Studio album by B.U.G. Mafia
- Released: October 17, 2000
- Recorded: 2000 Magic Sound Studios (Bucharest, Romania)
- Genre: Gangsta rap
- Length: 45:57
- Label: Cat Music/Media Services/Sony Music 101 2077 4
- Producer: Tataee

B.U.G. Mafia chronology
| După blocuri (2000) | Întotdeauna pentru totdeauna (2000) | B.U.G. Mafia prezintă CASA (2002) |

Singles from Întotdeauna pentru totdeauna
- "Un 2 şi trei de 0 (feat. Villy)" Released: May 17, 2000; "Poezie de stradă" Released: June 8, 2001;

= Întotdeauna pentru totdeauna =

Întotdeauna pentru totdeauna (Together forever) is the sixth studio album by Romanian hip hop group B.U.G. Mafia. It was released on October 17, 2000, by Cat Music in Romania. Recording sessions for the album took place in 2000 at the Magic Sound studios in Bucharest, Romania. The album's name is an untranslatable Romanian play on words, basically meaning that the group will always remain unchanged so that they can go into history, thus being remembered forever.
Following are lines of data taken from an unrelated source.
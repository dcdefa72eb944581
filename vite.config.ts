import { availableParallelism } from 'node:os';
import { fileURLToPath } from 'node:url';
import react from '@vitejs/plugin-react';
import tailwindcss from '@tailwindcss/vite';
import type { Plugin, Rollup } from 'vite';
import { ROUTE_PRELOADS } from './server/client/route-preloads.ts';
import { defineConfig, type TestProjectInlineConfiguration } from 'vitest/config';

const fromRoot = (path: string) => fileURLToPath(new URL(path, import.meta.url));
const apiPort = process.env.PORT ?? '3000';

/**
 * EB Garamond draws every page title (weight 500: page-header.tsx, the sign-in page's h1), the
 * section headings (h2 and h3 at 400, and a record's description) and the name in the header
 * (600). The browser finds a font file only after the script has drawn the text that uses it:
 * the record's 400 and 600 files started about 1 s after the page (Lighthouse's trace), and its
 * largest text, the description in 400, drew when they came. Preload links for those three
 * files (the Latin subset, woff2) let them load beside the script.
 */
const PRELOADED_FONTS = [400, 500, 600];

function preloadFonts(): Plugin {
  return {
    name: 'printwarden:preload-fonts',
    apply: 'build',
    transformIndexHtml: {
      order: 'post',
      handler(_html, { bundle }) {
        return PRELOADED_FONTS.map((weight) => {
          const pattern = new RegExp(`eb-garamond-latin-${weight}-normal-[\\w-]+\\.woff2$`);
          const file = Object.keys(bundle ?? {}).find((name) => pattern.test(name));
          if (!file) throw new Error(`EB Garamond ${weight} (Latin) was not bundled`);
          return {
            tag: 'link',
            attrs: {
              rel: 'preload',
              href: `/${file}`,
              as: 'font',
              type: 'font/woff2',
              crossorigin: '',
            },
            injectTo: 'head' as const,
          };
        });
      },
    },
  };
}

/**
 * Route-keyed preloads (server/client/route-preloads.ts): writes `route-preloads.json`, each
 * route's page chunks and the chunks they import, less what the index page already loads.
 * The server names them in the index page it answers for that route, so a page's code comes
 * beside the main script instead of after it has run. A route module no chunk holds fails
 * the build.
 */
function routePreloads(): Plugin {
  return {
    name: 'printwarden:route-preloads',
    apply: 'build',
    generateBundle(_options, bundle) {
      const chunks = Object.values(bundle).filter(
        (item): item is Rollup.OutputChunk => item.type === 'chunk',
      );
      const byName = new Map(chunks.map((chunk) => [chunk.fileName, chunk]));
      const withImports = (start: Rollup.OutputChunk[]) => {
        const seen = new Set<string>();
        const visit = (chunk: Rollup.OutputChunk) => {
          if (seen.has(chunk.fileName)) return;
          seen.add(chunk.fileName);
          for (const name of chunk.imports) visit(byName.get(name)!);
        };
        start.forEach(visit);
        return seen;
      };
      const initial = withImports(chunks.filter((chunk) => chunk.isEntry));
      const routes: Record<string, string[]> = {};
      for (const route of ROUTE_PRELOADS) {
        const own = route.modules.map((module) => {
          const id = fromRoot(`./${module}`);
          const chunk = chunks.find((candidate) => candidate.facadeModuleId === id);
          if (!chunk) throw new Error(`route-preloads: no chunk for ${module}`);
          return chunk;
        });
        routes[route.name] = [...withImports(own)]
          .filter((name) => !initial.has(name))
          .map((name) => `/${name}`);
      }
      this.emitFile({
        type: 'asset',
        fileName: 'route-preloads.json',
        source: JSON.stringify(routes, null, 2),
      });
    },
  };
}

/** A PostgreSQL server whose user may create databases; the API tests run there too. */
const postgresUrl = process.env.TEST_POSTGRES_URL ?? '';

const SAME_ON_EVERY_DATABASE = [
  'tests/server/crash/**',
  'tests/server/first-run/create-admin.test.ts',
  'tests/server/lifecycle/shutdown.test.ts',
  'tests/server/lint/**',
  'tests/server/routes/route-list.test.ts',
  'tests/server/services/imports/csv-source.test.ts',
  'tests/server/services/search/*.test.ts',
  'tests/server/services/storage/**',
  // Heavy, and about what comes before the database or beside it: random bodies refused by
  // validation (which sits before any query), and generated images attached to the demo (the
  // write path they go through is tested on both by the other seed and route files).
  'tests/server/fuzz/bad-input.test.ts',
  // The demo's content: what it seeds, not how a database stores it (every write it makes
  // goes through the one write path, which the route and service files run on both).
  'tests/seeds/**',
  // Files, tiles, PDFs and size limits: what they test is made from the stored files and the
  // request, and each one's few queries are the same reads and writes other files run on both.
  'tests/server/routes/assets-on-s3.test.ts',
  'tests/server/routes/assets-serving.test.ts',
  'tests/server/routes/iiif.test.ts',
  'tests/server/routes/print-report.test.ts',
  'tests/server/security/tone-import-size.test.ts',
];

/** The API tests, each file on a fresh database: SQLite, or PostgreSQL at `postgres`. */
function apiProject(name: string, postgres: string): TestProjectInlineConfiguration {
  return {
    extends: true,
    test: {
      name,
      globalSetup: postgres ? ['tests/support/postgres-global-setup.ts'] : [],
      // Files that never open the test database (child servers on their own SQLite file,
      // pure functions, source scans), or whose subject does not touch the dialect, would
      // only run twice.
      exclude: postgres ? SAME_ON_EVERY_DATABASE : [],
      include: ['tests/server/**/*.test.ts', 'tests/seeds/**/*.test.ts'],
      environment: 'node',
      env: { TEST_DATABASE_SERVER: postgres },
      pool: 'forks',
      // One module graph per worker instead of one per file: importing the server took
      // about 1.4 s of every file. Each file still starts its own app on its own database.
      isolate: false,
      testTimeout: 20_000,
      hookTimeout: 30_000,
    },
  };
}

export default defineConfig({
  plugins: [react(), tailwindcss(), preloadFonts(), routePreloads()],
  resolve: {
    alias: { '@shared': fromRoot('./shared'), '@': fromRoot('./src') },
  },
  server: {
    port: 5173,
    proxy: { '/api': `http://localhost:${apiPort}` },
  },
  // The client goes to dist/client; scripts/build-server.mjs compiles the server to dist/server.
  build: { outDir: 'dist/client', emptyOutDir: true, chunkSizeWarningLimit: 700 },
  test: {
    // Type checking lives in `npm run typecheck`; vitest only runs tests.
    // Vitest's default is one worker fewer than the cores: one worker on a 2-core machine.
    // Two keep 2 cores busy (vmstat: 5 % idle through a clean CI run); a third made that run
    // slower (886 → 978 s), so time is saved only by doing less work.
    maxWorkers: Math.max(2, availableParallelism()),
    projects: [
      {
        extends: true,
        test: {
          name: 'unit',
          include: ['tests/shared/**/*.test.ts'],
          environment: 'node',
          isolate: false,
        },
      },
      {
        // The client's pure modules (cache keys, the invalidation rule) with a real QueryClient.
        extends: true,
        test: { name: 'client', include: ['tests/client/**/*.test.ts'], environment: 'node' },
      },
      apiProject('api', ''),
      // The same tests on PostgreSQL when a server is given (`.ci/run` starts one).
      ...(postgresUrl ? [apiProject('api-postgres', postgresUrl)] : []),
      {
        extends: true,
        test: {
          name: 'e2e',
          include: ['tests/e2e/**/*.test.ts'],
          globalSetup: ['tests/support/e2e-global-setup.ts'],
          environment: 'node',
          pool: 'forks',
          isolate: false,
          // expect.poll waits for a state; its 1 s default failed under load where an upload
          // or a re-render takes longer. Twenty seconds is a bound, not a pause.
          expect: { poll: { timeout: 20_000 } },
          testTimeout: 60_000,
          hookTimeout: 90_000,
        },
      },
    ],
  },
});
B.U.G. Mafia's official website mentions this album as being one of their most underrated, despite its sales being above average.

Upon release, Întotdeauna pentru totdeauna received generally positive reviews from music critics and earned considerable sales success, sparking two successful singles.

==Track listing==
Source: Discogs

All song titles, notes, samples, writing and production credits are according to the album booklet.

Lyrics by Tataee, Caddy, Uzzi, Puya, M&G, Maximilian.

| # | Title | Time | Songwriters | Producers | Additional Performers | Additional Credits |
|---|---|---|---|---|---|---|
| 1 | "Runda A 7-a (Intro)" | 2:09 | V.Irimia, A.Demeter, D.Vlad-Neagu, J.M. Jarre | Tataee |  | Keyboards by Tataee; |
| 2 | "3 Băieți" | 4:50 | V.Irimia, A.Demeter, D.Vlad-Neagu | Tataee |  | Keyboards by Tataee; |
| 3 | "Fără bani" | 3:52 | A.Demeter, D.Vlad-Neagu, V.Irimia, C.Beldeanu | Tataee | M&G | Keyboards by Tataee & Camil Beldeanu; |
| 4 | "Cuvinte grele" | 5:45 | D.Vlad-Neagu, V.Irimia, A.Demeter, D.Gardescu, C.Husaru | Tataee | Puya, Luchian, Maximilian, Pacha Man, Villy | Keyboards by Tataee; |
| 5 | "Între noapte și zi" | 4:02 | V.Irimia, D.Vlad-Neagu, A.Demeter, S.Stone | Tataee | Monica "Moni-K" Mândrescu | Keyboards by Tataee & Camil Beldeanu; |
| 6 | "Sus în fum" | 2:33 | A.Demeter, D.Vlad-Neagu, V.Irimia | Tataee | Nicoleta "Nico" Matei |  |
| 7 | "Zi de zi" | 4:57 | V.Irimia, D.Vlad-Neagu, A.Demeter, C.Beldeanu | Tataee | Villy | Keyboards by Tataee & Camil Beldeanu; |
| 8 | "Estu' sălbatic" | 4:09 | A.Demeter, V.Irimia, D.Vlad-Neagu | Tataee |  | Keyboards by Tataee & Uzzi; |
| 9 | "Fete suspecte" | 3:58 | V.Irimia, D.Vlad-Neagu, A.Demeter, V.Kanalas, J.Brown, F.Wesley, J.Starks | Tataee | Cătălina Toma | Keyboards by Tataee & Uzzi; |
| 10 | "Un 2 și trei de 0" | 5:02 | D.Vlad-Neagu, V.Irimia, A.Demeter, C.Beldeanu | Tataee | Villy | Keyboards by Tataee & Camil Beldeanu; |
| 11 | "Poezie de stradă" | 4:37 | A.Demeter, V.Irimia, D.Vlad-Neagu | Tataee |  | Keyboards by Tataee & Uzzi; |

==Sample credits==

- "Runda A 7-a (Intro)"
- Ethnicolor by Jean Michel Jarre.
- "Fete Suspecte"
- The Payback by James Brown.
- "Între Noapte și Zi"
- If You Want Me to Stay by Sly and the Family Stone.